Current Pension scheme I contribute 5% and the company contributes 8%. Approx total contributions to date 21k


*Partner/Spouse:*
Last year started paying into the public sector pension for the first time. 


*What specific question do you have or what issues are of concern to you?*

At the moment we can afford to pay approx 250e a month extra into either our mortgage or one (but not both) of our pensions. 

What is the wisest option? Looking at the overpayment calculator an extra 250e a month would reduce the mortgage term from 17 to 13.5 years.

However, I have my concerns that the amount contributed to date by both of us into pensions is not adequate for our age profile. Alternatively should we invest in any type of fund or direct debit the amount to a savings account every month.

Thank you!


----------



## Sarenco (20 Jul 2017)

Welcome to AAM

I doubt there will be any consensus on this point but I think you should prioritise your pension contributions ahead of paying down your mortgage ahead of schedule.  I would expect that to give you the best return on your savings, on an after-tax basis, over the long term.

I certainly don't think you should invest elsewhere before maxing out your pension contributions and you look like you have adequate cash reserves to address any reasonably foreseeable emergencies that might arise.

I'm afraid I can't offer you any advice as to which pension scheme should be prioritised - public sector pension arrangements have always been a complete mystery to me!

Do you have any say in the investment allocation of your pension fund with your current employer?  It's important to look at all your accounts (retirement, savings, mortgage, etc.) as one and at your age the large majority of your retirement savings should be invested in growth assets (equities).

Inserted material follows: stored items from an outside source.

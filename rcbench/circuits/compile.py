"""Two-qubit unitaries as native gates: `decompose` works out many at once, `add_two_qubit` adds one logical layer.

The number of native gates is the least there is (for cz, iswap, sqrt-iswap; zz at any angle takes one a coordinate).
Everything holds up to a global phase.
"""

from __future__ import annotations

from collections.abc import Sequence
from dataclasses import dataclass

import numpy as np

from rcbench.arrays import ComplexArray, FloatArray, IntArray
from rcbench.circuits import forms, kak, native as native_gates
from rcbench.circuits.circuit import CircuitBuilder
from rcbench.circuits.sqrt_iswap import sqrt_iswap_count, sqrt_iswap_locals
from rcbench.circuits.gates import KINDS, CODE, gate_matrix
from rcbench.device import NATIVE_TWO_QUBIT, Device, Pair
from rcbench.errors import InputError, suggest

MOST = 3  # native gates that any two-qubit unitary needs at most
ANGLE_TOLERANCE = 1e-7


@dataclass(frozen=True, slots=True)
class Decomposition:
    """Two-qubit unitaries as native gates with local gates between, sliceable as decomposition[rows].

    Args:
        native: one of `device.NATIVE_TWO_QUBIT`.
        count: (m,) native gates of each, 0 to 3.
        euler: (m, 4, 2, 3) angles (t, p, l) of the gate u by [gate, step, qubit]: step 0 before the first native gate,
            step `count` after the last one; zero beyond.
        angles: (m, 3) angle of each native zz gate; zero for the other native gates.
    """

    native: str
    count: IntArray
    euler: FloatArray
    angles: FloatArray

    def __len__(self) -> int:
        return len(self.count)

    def __getitem__(self, rows: IntArray | slice) -> Decomposition:
        return Decomposition(self.native, self.count[rows], self.euler[rows], self.angles[rows])

    @property
    def locals(self) -> ComplexArray:
        """(m, 4, 2, 2, 2) the local gates as matrices."""
        matrices = KINDS[CODE["u"]].matrices
        assert matrices is not None
        return matrices(self.euler.reshape(-1, 3)).reshape(*self.euler.shape[:-1], 2, 2)


def decompose(unitaries: ComplexArray, native: str, parameters: Sequence[float] = ()) -> Decomposition:
    """Decompose (m, 4, 4) unitaries, the first qubit the most significant, into a native gate.

    Args:
        unitaries: (m, 4, 4).
        native: one of `device.NATIVE_TWO_QUBIT`.
        parameters: the native gate's angles: fsim (pi/2, 0) or (-pi/2, 0); zz (pi/2,), (-pi/2,) or () for any angle.
    Raises:
        InputError: not unitary, an unknown native gate, or one at angles that do not serve every unitary.
    """
    return decompose_canonical(kak.canonical(unitaries), native, parameters)


def decompose_canonical(form: kak.Canonical, native: str, parameters: Sequence[float] = ()) -> Decomposition:
    """The same for gates in canonical form, with coordinates in the Weyl chamber."""
    class_, before, after = _native_class(native, parameters)
    count_of, locals_of = _FORMS[class_]
    coordinates = forms.clean(form.coordinates)
    count = count_of(coordinates)
    m = len(count)
    euler, angles = np.zeros((m, MOST + 1, 2, 3)), np.zeros((m, MOST))
    for n in np.unique(count):
        rows = np.flatnonzero(count == n)
        steps = locals_of(coordinates[rows], int(n))
        steps = forms.dress(steps, before, after)
        steps[:, 0] = steps[:, 0] @ form.before[rows]
        steps[:, -1] = form.after[rows] @ steps[:, -1]
        euler[rows, : n + 1] = native_gates.euler_angles(steps)
    if class_ == "any-zz":
        angles = 2 * np.abs(coordinates)
    return Decomposition(native, count, euler, angles)


def add_two_qubit(
    builder: CircuitBuilder,
    device: Device,
    qubits: Sequence[int],
    pairs: Sequence[Pair],
    unitaries: ComplexArray | Decomposition,
    native: str,
) -> None:
    """Add one logical layer of two-qubit unitaries as native rows, its gates in aligned native layers.

    Args:
        builder: the circuit so far; the rows start in its current layer and a new layer follows them.
        device: gives the native gates, their angles and the limits on what runs at once.
        qubits: device qubit of each label of the circuit.
        pairs: m pairs of labels, no label twice.
        unitaries: (m, 4, 4), the first label of each pair the most significant; or their decomposition.
        native: native two-qubit gate.
    Raises:
        InputError: a native gate that the device lacks or that does not serve every unitary.
    """
    if not len(pairs):
        return
    if not isinstance(unitaries, Decomposition):
        unitaries = decompose(unitaries, native, native_gates.served_parameters(device.native(native)))
    place = np.asarray(pairs)
    count = unitaries.count
    for step in range(int(count.max()) + 1):
        here = count >= step
        native_gates.add_euler(builder, device.one_qubit, place[here].ravel(), unitaries.euler[here, step].reshape(-1, 3))
        gates = [pair for pair, n in zip(pairs, count.tolist(), strict=True) if n > step]
        if gates:
            angles = unitaries.angles[count > step, step] if native == "zz" else None
            _add_gates(builder, device, qubits, gates, native, angles)


def add_native(
    builder: CircuitBuilder,
    device: Device,
    qubits: Sequence[int],
    pairs: Sequence[Pair],
    name: str,
    angle: float | None = None,
    negative: bool = False,
) -> None:
    """Add one logical layer of the device's own two-qubit gate, with the angles of each coupler.

    Args:
        name: native gate, one of `device.NATIVE_TWO_QUBIT`.
        angle: of zz, where the device offers any angle.
        negative: all angles negated (fsim and zz).
    Raises:
        InputError: a gate that the device lacks, an angle that it does not offer, or a missing angle.
    """
    gate = device.native(name)
    any_angle = name == "zz" and not gate.parameters and not gate.by_coupler
    if any_angle and angle is None:
        raise InputError("angle", None, f"an angle for zz, since {device.name} offers any")
    if not any_angle and angle is not None:
        raise InputError("angle", angle, f"no angle: {name} of {device.name} has its own")
    angles = np.full(len(pairs), -angle if negative else angle) if angle is not None else None
    _add_gates(builder, device, qubits, pairs, name, angles, negative)


def _add_gates(
    builder: CircuitBuilder,
    device: Device,
    qubits: Sequence[int],
    pairs: Sequence[Pair],
    name: str,
    angles: FloatArray | None = None,
    negative: bool = False,
) -> None:
    from rcbench.circuits.schedule import native_slots

    gate = device.native(name)
    kind = name.replace("-", "_")
    own = dict(zip(pairs, angles.tolist(), strict=True)) if angles is not None else {}
    for slot in native_slots(pairs, device, qubits):
        if not KINDS[CODE[kind]].n_parameters:
            parameters = None
        elif own:
            parameters = np.array([[own[pair]] for pair in slot])
        else:
            values = np.array([gate.at((qubits[a], qubits[b])) for a, b in slot])
            parameters = -values if negative else values
        builder.add_rows(kind, np.array(slot), parameters)
        builder.next_layer()


def _native_class(native: str, parameters: Sequence[float]) -> tuple[str, ComplexArray, ComplexArray]:
    """The form that serves a native gate, and the local gates before and after it that make it the form's own gate."""
    one = np.broadcast_to(np.eye(2), (2, 2, 2))
    z_first = np.stack([gate_matrix("z"), np.eye(2)])
    if native not in NATIVE_TWO_QUBIT:
        raise InputError("native", native, suggest(native, NATIVE_TWO_QUBIT))
    if native == "zz" and not parameters:
        return "any-zz", one, one
    if native == "zz" and abs(abs(parameters[0]) - np.pi / 2) < ANGLE_TOLERANCE:
        # CZ is exp(i pi/4 ZZ), which is zz(-pi/2), and a quarter turn about Z on each qubit
        turn = gate_matrix("s" if parameters[0] < 0 else "sdg")
        return "cz", np.stack([turn, turn]), one
    if native == "zz":
        raise InputError("zz", parameters[0], "pi/2, -pi/2 or any angle, where two-qubit unitaries are compiled to it")
    if native == "fsim":
        if len(parameters) != 2 or abs(abs(parameters[0]) - np.pi / 2) > ANGLE_TOLERANCE or abs(parameters[1]) > ANGLE_TOLERANCE:
            raise InputError("fsim", tuple(parameters), "(pi/2, 0) or (-pi/2, 0), where two-qubit unitaries are compiled to it")
        return ("iswap", z_first, z_first) if parameters[0] > 0 else ("iswap", one, one)
    return native, one, one


_FORMS = {
    "cz": (forms.cz_count, forms.cz_locals),
    "iswap": (forms.iswap_count, forms.iswap_locals),
    "sqrt-iswap": (sqrt_iswap_count, sqrt_iswap_locals),
    "any-zz": (forms.zz_count, forms.zz_locals),
}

Don't leave the €13k pension fund sitting in cash for too long...

Finally, are you comfortable that you have adequate life assurance/permanent health insurance in place?  That really should be your number one financial priority with a young family.

Hope that helps.


----------



## kiabi1 (21 Jul 2017)

Hi Sarenco.

Thanks for the heads up on the pension ref equities as I have no idea what type of funds any of the pensions have been invested in.

Private health insurance for the family and income protection for myself is luckily covered by my employer. However, I have not taken out any life assurance.

These are items I will certainly look further at now that you have flagged them.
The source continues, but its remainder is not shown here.